Nova Sonic 1.0 Voice IDs (11 voices)
See official documentation for most up-to-date list and IDs.
- English (US):
tiffany,matthew - English (UK):
amy - French:
ambre,florian - Italian:
beatrice,lorenzo - German:
greta,lennart - Spanish:
lupe,carlos
Text Prompting with generate_reply()
Nova 2 Sonic supports programmatic text input. This can be used to trigger agent responses or to mix speech and text input within a UI in the same conversation:
class Assistant(Agent):
async def on_enter(self):
# Make the agent speak first with a greeting
await self.session.generate_reply(
instructions="Greet the user and introduce your capabilities"
)
instructions vs user_input
The generate_reply() method accepts two parameters with different behaviors:
instructions - System-level commands (recommended):
await session.generate_reply(
instructions="Greet the user warmly and ask how you can help"
)
- Sent as a system prompt/command to the model
- Triggers immediate generation
- Does not appear in conversation history as user message
- Use for: Agent-initiated speech, prompting specific behaviors
user_input - Simulated user messages:
await session.generate_reply(
user_input="Hello, I need help with my account"
)
- Sent as interactive USER role content
- Added to Nova's conversation context
- Triggers generation as if user spoke
- Use for: Testing, simulating user input, programmatic conversations
When to use each:
- Agent greetings: Use
instructions- agent should speak without user input - Guided responses: Use
instructions- direct the agent's next action - Simulated conversations: Use
user_input- test multi-turn dialogs - Programmatic user input: Use
user_input- inject text as if user spoke
Turn-Taking Sensitivity
Control how quickly the agent responds to pauses:
model = aws.realtime.RealtimeModel.with_nova_sonic_2(
turn_detection="MEDIUM" # HIGH, MEDIUM (default), LOW
)
- HIGH: Fastest response time, optimized for latency. May interrupt slower speakers
- MEDIUM: Balanced approach with moderate response time.
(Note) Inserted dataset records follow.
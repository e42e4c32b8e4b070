"""Gives somebody who came with a good link the password they chose."""

from axes.handlers.proxy import AxesProxyHandler
from django.contrib.auth.tokens import default_token_generator
from django.db.models import F

from fleet import acts
from fleet.actions.passwords import hash_of_new
from fleet.models import Person
from records.act import act
from records.actor import Actor
from records.refusal import NotKnown

BY_LINK = "chosen anew by a link that an operations manager made"


def person_of_link(number: int, code: str) -> Person:
    """This function will return the active person a link is for; raises NotKnown for one that is spent, too
    old, or never was.
    """
    person = Person.objects.filter(pk=number, is_active=True).first()
    if person is None or not default_token_generator.check_token(person, code):
        raise NotKnown(
            "link-spent",
            "This link does not serve: it was used, is too old, or is not whole.",
            next_step="Ask an operations manager for a new one.",
        )
    return person


def choose_password(actor: Actor, person: Person, code: str, *, new: str) -> None:
    """This function will give the person acting the new password; the link is spent by that, and every
    session of theirs ends.

    A lock-out of the login ends, too. Raises NotKnown as above, Invalid for a weak password at `/new`.
    """
    hashed = hash_of_new(new, pointer="/new")
    with act(acts.CHANGE_PASSWORD, by=actor, about=f"person:{person.pk}", reason=BY_LINK):
        # Of two who come with one link, the second finds another hash than the code was made of.
        current = person_of_link(person.pk, code).password
        values = {"password": hashed, "session_series": F("session_series") + 1}
        if not Person.objects.filter(pk=person.pk, password=current).update(**values):
            raise NotKnown("link-spent", "This link was used just now.")
    AxesProxyHandler.reset_attempts(username=person.login)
Reduces false positives while maintaining responsiveness (recommended)
- LOW: Slowest response time with maximum patience, better for hesitant speakers
Complete Example
from livekit import agents
from livekit.agents import Agent, AgentSession
from livekit.plugins import aws
from dotenv import load_dotenv
load_dotenv()
class Assistant(Agent):
def __init__(self):
super().__init__(
instructions="You are a helpful voice assistant powered by Amazon Nova 2 Sonic."
)
async def on_enter(self):
await self.session.generate_reply(
instructions="Greet the user and offer assistance"
)
server = agents.AgentServer()
@server.rtc_session()
async def entrypoint(ctx: agents.JobContext):
await ctx.connect()
session = AgentSession(
llm=aws.realtime.RealtimeModel.with_nova_sonic_2(
voice="matthew",
turn_detection="MEDIUM",
tool_choice="auto"
)
)
await session.start(room=ctx.room, agent=Assistant())
if __name__ == "__main__":
agents.cli.run_app(server)
Pipeline Mode (STT + LLM + TTS)
For more control over individual components, use pipeline mode:
from livekit.plugins import aws, silero
session = AgentSession(
stt=aws.STT(), # Amazon Transcribe
llm=aws.LLM(), # Nova 2 Lite (default)
tts=aws.TTS(), # Amazon Polly
vad=silero.VAD.load(),
)
Nova 2 Lite
Amazon Nova 2 Lite is a fast, cost-effective reasoning model optimized for everyday AI workloads:
- Lightning-fast processing - Very low latency for real-time conversations
- Cost-effective - Industry-leading price-performance
- Multimodal inputs - Text, image, and video (documentation)
- 1 million token context window - Handle long conversations and complex context (source)
- Agentic workflows - RAG systems, function calling, tool use
- Fine-tuning support - Customize for your specific use case
Ideal for pipeline mode where you need fast, accurate LLM responses in voice applications.